*Task directions*.
Could you restate the entries below word for word?
====== Information provided
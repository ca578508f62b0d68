// Boards for tests that edit: boards are live and stored, so each test that edits gets its own,
// usually a copy of the demo antenna template (series L ant-l1, shunt C ant-c1).
import { expect } from 'vitest'

export const ANTENNA_TEMPLATE = '915 MHz chip antenna, series L + shunt C'

/** The id of the demo workspace's template called `name`. */
export async function demoTemplateId(baseUrl: string, cookie: string, name = ANTENNA_TEMPLATE): Promise<string> {
  const templates = await (await fetch(`${baseUrl}/api/workspaces/brackwater/templates`, { headers: { cookie } })).json()
  const found = templates.find((t: { name: string }) => t.name === name)
  expect(found, `demo template "${name}"`).toBeTruthy()
  return found.id
}

/** A new board in the demo workspace (from `templateId` when given); answers its id. */
export async function newDemoBoard(baseUrl: string, cookie: string, name: string, templateId?: string): Promise<string> {
  const res = await fetch(`${baseUrl}/api/boards`, {
    method: 'POST',
    headers: { 'content-type': 'application/json', cookie },
    body: JSON.stringify({ workspace: 'brackwater', name, ...(templateId ? { templateId } : {}) }),
  })
  expect(res.status).toBe(201)
  return (await res.json()).id
}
============
*Answer box*.
repository ca578508f62b0d68
// Boards for tests that edit: boards are live and stored, so each test that edits gets its own,
// usually a copy of the demo antenna template (series L ant-l1, shunt C ant-c1).
import { expect } from 'vitest'

export const ANTENNA_TEMPLATE = '915 MHz chip antenna, series L + shunt C'

/** The id of the demo workspace's template called `name`. */
export async function demoTemplateId(baseUrl: string, cookie: string, name = ANTENNA_TEMPLATE): Promise<string> {
  const templates = await (await fetch(`${baseUrl}/api/workspaces/brackwater/templates`, { headers: { cookie } })).json()
  const found = templates.find((t: { name: string }) => t.name === name)
  expect(found, `demo template "${name}"`).toBeTruthy()
  return found.id
}

/** A new board in the demo workspace (from `templateId` when given); answers its id. */
export async function newDemoBoard(baseUrl: string, cookie: string, name: string, templateId?: string): Promise<string> {
  const res = await fetch(`${baseUrl}/api/boards`, {
    method: 'POST',
    headers: { 'content-type': 'application/json', cookie },
    body: JSON.stringify({ workspace: 'brackwater', name, ...(templateId ? { templateId } : {}) }),
  })
  expect(res.status).toBe(201)
  return (await res.json()).id
}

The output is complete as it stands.